If you understand the underlying concept of recursion but struggle to implement it like myself, or you don't even know what it is, then this post if for you.
Recursion is defined as solving a complex problem by breaking the problem into smaller versions of itself that can be solved. In programming, this is done by having a function call itself.
The underlying principle of recursion are these two cases:
Base Case: this case defines the smallest instance of a problem. In certain recursive solutions, there can be multiple base cases but for the purpose of this post's explanation, my example will only incorporate one. When coding, the base case prevents an infinite loop of the function calling itself.
Recursive Case: this case manipulates the problem in order to approach the base case. In programming, this is the case in which the function calls itself.
Put simply, the recursive case will breakdown the problem until it arrives at the base case, after which the the sub solutions build up to solve the original problem.
Do not worry if your understanding of recursion is hazy because the above definitions will make sense when implementing a recursive solution in Python.
In order to truly understand how recursion is implemented in Python, it is necessary to familiarize yourself with the call stack.
The call stack uses the stack data structure to keep track of local variables and previous function calls. The stack is a last-in, first-out data structure. This means that the last item to be placed in the stack will be the first to be removed. To help visualize, think of a stack of plates:
Whatever plate is placed last on the stack is the first one to be removed.
In terms of programming, the stack has two simple operations: push and pop. Push adds an item onto the stack and pop removes an item from the stack, returning its value.
In python, the call stack consists of frames. The bottom most frame is the global or module frame. This consists of all the global variables. Every time a function is called a new frame is pushed onto the stack containing its local variables and function arguments. When a function call returns, the frame is popped off the stack and its value is passed to where it was called in the previous frame.
The factorial of a number is defined as so:
4! = 4 * 3 * 2 * 1 = 24
If we were to define the factorial of a number n as a mathematical equation, it would be:
factorial(n) = n * factorial(n-1)
The right side of the equation will be the recursive case of our solution. Notice, how the recursive case takes the original problem, factorial(n), and makes it a simpler problem of multiplying n by whatever factorial(n-1) is.
We can define a function factorial that takes a parameter n. However, if we only defined this function with the above equation, it would call itself infinitely leading to an error.
This is because we did not define a base case. The most basic factorial is the factorial of 1 which equals 1. So we can tell the program that once it reaches the factorial of 1, instead of calling 1 * factorial(0), to just return 1. After which, the Python call stack will handle multiplying out the numbers.
After defining both the recursive and base cases, we arrive at the Python program below:
def factorial(n): if n <= 1: return 1 else: return n * factorial(n-1)
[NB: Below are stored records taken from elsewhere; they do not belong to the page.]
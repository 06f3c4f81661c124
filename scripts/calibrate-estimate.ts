/**
 * Calibrates the run cost model (server/runs/run-cost-model.json) and prints how well
 * the estimate of POST /runs/estimate matches measured runs: each case below (the
 * bench cavities and the demo devices) is computed as a worker would (one thread),
 * timed in CPU seconds (equal to wall time on an idle worker, and robust to a shared,
 * loaded machine), and compared with its estimate.
 *
 *   npx tsx scripts/calibrate-estimate.ts            measure, fit, write the model, print the table
 *   npx tsx scripts/calibrate-estimate.ts --check    measure and print the table against the stored model
 *   npx tsx scripts/calibrate-estimate.ts --refit    fit again to the measurements stored in the model (no runs)
 *   npm run bench -- --only=estimate                 same as --check
 *
 * The fit is least squares on relative errors with non-negative constants; the
 * deterministic parts (LU counts, sweep energies) are fitted to counts, only the
 * per-step seconds to times.
 */
import { readFileSync, readdirSync, writeFileSync } from 'node:fs';
import { cpus, loadavg } from 'node:os';
import { join } from 'node:path';
import { fileURLToPath } from 'node:url';
import { ENGINE_VERSION, runEngineTask, type EngineTask } from '../server/jobs/engine-task';
import { POLE_SEARCH_SPECTRUM_POINTS } from '../server/jobs/run-job';
import { predictRunSeconds, runCostFeatures, runCostModel, type RunCostFeatures, type RunCostModel } from '../server/runs/run-estimate';
import { buildCavitySystem, EffectiveHamiltonian } from '../shared/engine/effective-hamiltonian';
import { benchCavity } from './bench-cavity';
import { grapheneRectangle } from './bench-leads';

const root = join(fileURLToPath(import.meta.url), '..', '..');

export interface EstimateCase {
  name: string;
  document: unknown;
  request:
    | { kind: 'pole-search'; window: { emin: number; emax: number; gammaMax: number } }
    | { kind: 'transmission'; window: { emin: number; emax: number; points: number } };
}

/** The bench cavities (windows as in bench.ts's scaling section) and the demo devices with their seeded windows. */
export function estimateCases(): EstimateCase[] {
  const cases: EstimateCase[] = [];
  for (const side of [50, 71, 100]) {
    const doc = benchCavity(side);
    const op = new EffectiveHamiltonian(buildCavitySystem(doc));
    const t = op.hopping;
    const width = 0.027 * t * (10_000 / op.n);
    cases.push({
      name: `bench rectangle ${op.n} sites`,
      document: doc,
      request: { kind: 'pole-search', window: { emin: 0.4 * t, emax: 0.4 * t + width, gammaMax: 2e-3 * t } },
    });
  }
  {
    const doc = benchCavity(71);
    const t = new EffectiveHamiltonian(buildCavitySystem(doc)).hopping;
    cases.push({
      name: 'bench rectangle 5041 sites, sweep',
      document: doc,
      request: { kind: 'transmission', window: { emin: 0.3 * t, emax: 0.45 * t, points: 300 } },
    });
  }
  const dir = join(root, 'catalogue');
  for (const file of readdirSync(dir)
    .filter((f) => f.endsWith('.json'))
    .sort()) {
    const device = JSON.parse(readFileSync(join(dir, file), 'utf8')) as {
      key: string;
      model: unknown;
      poleSearch: { emin: number; emax: number; gammaMax: number };
    };
    cases.push({ name: `demo ${device.key}`, document: device.model, request: { kind: 'pole-search', window: device.poleSearch } });
  }
  // A graphene dot with wide numerical leads (armchair, 20 dimer lines top and bottom), whose
  // lead mode problems dominate each step: the case that fixes the lead terms of the step cost.
  cases.push({
    name: 'graphene 22×8, armchair leads 20',
    document: grapheneRectangle(22, 8, [
      { side: 'bottom', start: 1, width: 20 },
      { side: 'top', start: 1, width: 20 },
    ]),
    request: { kind: 'pole-search', window: { emin: 300, emax: 900, gammaMax: 200 } },
  });
  const r3 = JSON.parse(readFileSync(join(dir, 'hl-rect-r3.json'), 'utf8')) as { model: unknown };
  cases.push({ name: 'demo hl-rect-r3, sweep', document: r3.model, request: { kind: 'transmission', window: { emin: 2, emax: 7, points: 1000 } } });
  return cases;
}

export interface CaseMeasurement {
  name: string;
  features: RunCostFeatures;
  seconds: number;
  poleSeconds: number;
  poleLUs: number;
  setupSeconds: number;
  sweepSeconds: number;
  energies: number;
}

/** Computes one case as a worker would (one thread) and times its parts. */
export function measureCase(c: EstimateCase): CaseMeasurement {
  const features = runCostFeatures(c.document, c.request);
  const task: EngineTask =
    c.request.kind === 'pole-search'
      ? { kind: 'pole-search', document: c.document, window: c.request.window, spectrumPoints: POLE_SEARCH_SPECTRUM_POINTS }
      : { kind: 'transmission', document: c.document, window: c.request.window };
  // CPU time, not wall time: on an idle worker they agree (one thread), and CPU time is
  // what stays meaningful when the calibrating machine is shared and loaded.
  const cpu0 = process.cpuUsage();
  const result = runEngineTask(task);
  const cpu = process.cpuUsage(cpu0);
  const seconds = (cpu.user + cpu.system) / 1e6;
  // The pole search's share of the run, from the engine's own wall-clock split.
  const wall = Number(result.stats['seconds']);
  const poleSeconds = wall > 0 ? (seconds * Number(result.stats['poleSearchSeconds'] ?? 0)) / wall : 0;
  const s0 = process.cpuUsage();
  new EffectiveHamiltonian(buildCavitySystem(c.document));
  const s1 = process.cpuUsage(s0);
  const setupSeconds = (s1.user + s1.system) / 1e6;
  return {
    name: c.name,
    features,
    seconds,
    poleSeconds,
    poleLUs: Number(result.stats['factorisations'] ?? 0),
    setupSeconds,
    sweepSeconds: Math.max(0, seconds - poleSeconds - setupSeconds),
    energies: Number(result.stats['spectrumPoints'] ?? 0),
  };
}

/**
 * Least squares min Σ w_k (a_k·x − y_k)² over x ≥ 0, by trying every set of free
 * constants (there are at most five) and keeping the best feasible one.
 */
export function fitNonNegative(rows: number[][], y: number[], w: number[]): number[] {
  const p = rows[0].length;
  let best: number[] = new Array(p).fill(0);
  let bestResidual = y.reduce((s, v, k) => s + w[k] * v * v, 0);
  for (let mask = 1; mask < 1 << p; mask++) {
    const free = [...Array(p).keys()].filter((j) => mask & (1 << j));
    const m = free.length;
    const A = Array.from({ length: m }, () => new Array(m + 1).fill(0));
    rows.forEach((r, k) => {
      for (let a = 0; a < m; a++) {
        for (let b = 0; b < m; b++) A[a][b] += w[k] * r[free[a]] * r[free[b]];
        A[a][m] += w[k] * r[free[a]] * y[k];
      }
    });
    // Gaussian elimination with partial pivoting on the m×m normal equations.
    let singular = false;
    for (let c = 0; c < m && !singular; c++) {
      let piv = c;
      for (let r = c + 1; r < m; r++) if (Math.abs(A[r][c]) > Math.abs(A[piv][c])) piv = r;
      if (Math.abs(A[piv][c]) < 1e-300) singular = true;
      [A[c], A[piv]] = [A[piv], A[c]];
      for (let r = 0; r < m && !singular; r++) {
        if (r === c) continue;
        const f = A[r][c] / A[c][c];
        for (let k = c; k <= m; k++) A[r][k] -= f * A[c][k];
      }
    }
    if (singular) continue;
    const x = new Array(p).fill(0);
    free.forEach((j, a) => (x[j] = A[a][m] / A[a][a]));
    if (x.some((v) => v < 0)) continue;
    const residual = rows.reduce((s, r, k) => s + w[k] * (r.reduce((t, v, j) => t + v * x[j], 0) - y[k]) ** 2, 0);
    if (residual < bestResidual) {
      bestResidual = residual;
      best = x;
    }
  }
  return best;
}

const median = (xs: number[]) => {
  const s = [...xs].sort((a, b) => a - b);
  return s.length % 2 ? s[(s.length - 1) / 2] : 0.5 * (s[s.length / 2 - 1] + s[s.length / 2]);
};

/**
 * Fits the cost model's constants to measured cases: least squares on relative errors,
 * then reweighted (each case's weight times its error factor to the fourth power, 100 rounds) towards
 * the smallest worst factor, the figure the estimate promises; the best round is kept.
 */
export function fitCostModel(ms: CaseMeasurement[]): RunCostModel {
  const weights = ms.map(() => 1);
  let best: RunCostModel | null = null;
  for (let round = 0; round < 100; round++) {
    const model = fitWeighted(ms, weights);
    if (!best || worstFactor(model) < worstFactor(best)) best = model;
    ms.forEach((m, k) => {
      const r = predictRunSeconds(m.features, model).total / m.seconds;
      weights[k] *= Math.max(r, 1 / r) ** 4;
    });
  }
  return best!;
}

const worstFactor = (m: RunCostModel) => Math.max(m.accuracy.worstOver, m.accuracy.worstUnder);

function fitWeighted(ms: CaseMeasurement[], weight: number[]): RunCostModel {
  const w = new Map(ms.map((m, k) => [m, weight[k]]));
  const stepRow = (f: RunCostFeatures) => [f.factorFlops, f.factorNonzeros, f.sites, f.numericalLeads ?? 0, f.leadWork ?? 0];
  const poles = ms.filter((m) => m.features.kind === 'pole-search' && m.poleLUs > 0);
  const [base, perPiece, perLevel, perLevelSquared] = fitNonNegative(
    poles.map((m) => [1, m.features.pieces, m.features.expectedLevels, m.features.expectedLevels ** 2]),
    poles.map((m) => m.poleLUs),
    poles.map((m) => w.get(m)! / m.poleLUs ** 2),
  );
  const poleStepY = poles.map((m) => m.poleSeconds / m.poleLUs);
  const [pf, pn, ps, pq, pl] = fitNonNegative(
    poles.map((m) => stepRow(m.features)),
    poleStepY,
    poleStepY.map((v, k) => w.get(poles[k])! / v ** 2),
  );
  const sweeps = ms.filter((m) => m.energies > 0);
  const sweepY = sweeps.map((m) => m.sweepSeconds / m.energies);
  const [sf, sn, ss, sq, sl] = fitNonNegative(
    sweeps.map((m) => stepRow(m.features)),
    sweepY,
    sweepY.map((v, k) => w.get(sweeps[k])! / v ** 2),
  );
  const ratio = (kind: string) => {
    const r = sweeps.filter((m) => m.features.kind === kind).map((m) => m.energies / m.features.spectrumPoints);
    return r.length ? median(r) : 1;
  };
  const setup = ms.map((m) => m.setupSeconds / m.features.sites);
  const model: RunCostModel = {
    engineVersion: ENGINE_VERSION,
    calibratedAt: new Date().toISOString(),
    measuredOn: `${cpus().length} × ${cpus()[0]?.model.trim() ?? 'cpu'}, one thread per run, load average ${loadavg()[0].toFixed(2)} at the end`,
    poleStep: { perFlop: pf, perNonzero: pn, perSite: ps, perNumericalLead: pq, perLeadWork: pl },
    sweepEnergy: { perFlop: sf, perNonzero: sn, perSite: ss, perNumericalLead: sq, perLeadWork: sl },
    poleLUs: { base, perPiece, perLevel, perLevelSquared },
    energiesPerPoint: { poleSearch: ratio('pole-search'), transmission: ratio('transmission') },
    setupPerSite: median(setup),
    accuracy: { worstOver: 0, worstUnder: 0, cases: ms.length },
  };
  const ratios = ms.map((m) => predictRunSeconds(m.features, model).total / m.seconds);
  model.accuracy = { worstOver: Math.max(...ratios), worstUnder: Math.max(...ratios.map((r) => 1 / r)), cases: ms.length };
  model.measurements = ms;
  return model;
}

/** The accuracy table: estimate against measured time per case. */
export function accuracyTable(ms: CaseMeasurement[], model: RunCostModel): string {
  const lines = [
    `${'case'.padEnd(36)} ${'sites'.padStart(6)} ${'LUs est/meas'.padStart(13)} ${'estimate s'.padStart(10)} ${'measured s'.padStart(10)} ${'ratio'.padStart(6)}`,
  ];
  let worst = 1;
  for (const m of ms) {
    const p = predictRunSeconds(m.features, model);
    const r = p.total / m.seconds;
    worst = Math.max(worst, r, 1 / r);
    const lus = `${p.poleLUs + p.energies}/${m.poleLUs + m.energies}`;
    lines.push(
      `${m.name.padEnd(36)} ${String(m.features.sites).padStart(6)} ${lus.padStart(13)} ${p.total.toFixed(2).padStart(10)} ${m.seconds.toFixed(2).padStart(10)} ${r.toFixed(2).padStart(6)}`,
    );
  }
  lines.push(
    `worst factor ${worst.toFixed(2)} (target ≤ 1.5); load average now ${loadavg()
      .map((l) => l.toFixed(2))
      .join(' ')}`,
  );
  return lines.join('\n');
}

export function measureAll(log: (line: string) => void = () => {}): CaseMeasurement[] {
  return estimateCases().map((c) => {
    const m = measureCase(c);
    log(`  measured ${c.name}: ${m.seconds.toFixed(2)} s`);
    return m;
  });
}

const isMain = process.argv[1] && fileURLToPath(import.meta.url) === process.argv[1];
if (isMain) {
  const check = process.argv.includes('--check');
  const refit = process.argv.includes('--refit');
  let ms: CaseMeasurement[];
  if (refit) {
    ms = (runCostModel().measurements ?? []) as CaseMeasurement[];
    if (ms.length === 0) throw new Error('the stored cost model holds no measurements to refit');
    console.log(`Fitting again to the ${ms.length} stored measurements`);
  } else {
    console.log(
      `Measuring ${estimateCases().length} runs (one thread each); load average ${loadavg()
        .map((l) => l.toFixed(2))
        .join(' ')}`,
    );
    ms = measureAll(console.log);
  }
  if (check) {
    console.log(accuracyTable(ms, runCostModel()));
  } else {
    const model = fitCostModel(ms);
    const file = join(root, 'server', 'runs', 'run-cost-model.json');
    writeFileSync(file, JSON.stringify(model, null, 2) + '\n');
    console.log(`wrote ${file}`);
    console.log(accuracyTable(ms, model));
  }
}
Before calling the factorial function, the Python call stack would look like:
Then, we call the factorial function passing in an argument of 4.
A frame for the factorial function would be pushed onto to the call stack, setting the argument n equal to 4.
The Python interpreter will then process the function and since n is not <= 1, it will evaluate n * factorial(n-1). However before the function can return a value, it must evaluate factorial(n-1). This will cause another factorial frame to be pushed on the stack, with the argument n set to 3.
Again, since n is not <= 1, the function will evaluate n * factorial(n-1). Likewise, the function must evaluate factorial(n-1) before returning a value.
This pattern will continue until the factorial frame with the argument n equal to 1 is pushed onto the stack.
When this occurs, the function reaches the base case, so it instead returns 1. As I mentioned early when explaining the call stack, when a function returns, it pops its frame off the stack, transferring its value to where it was called in the previous frame.
Now since the value for factorial(n-1) has been evaluated, the factorial function can evaluate the product and return it to the previous frame, pushing the current frame off the stack.
This pattern continues until we reach the original function call...
As you might have guessed, the factorial function with argument 4 returns a value of 24.
When writing a recursive solution in Python, think of the problem in terms of a base case and recursive case. Ask yourself: "How can I define a recursive case that will help me reduce the problem towards a base case?"
When trying to understand a recursive solution, I find it best to visualize the call stack in my head. Every time a function is called an item is added onto the stack and any time you encounter the return keyword, it pops an item off the stack and returns its value to the previous function call.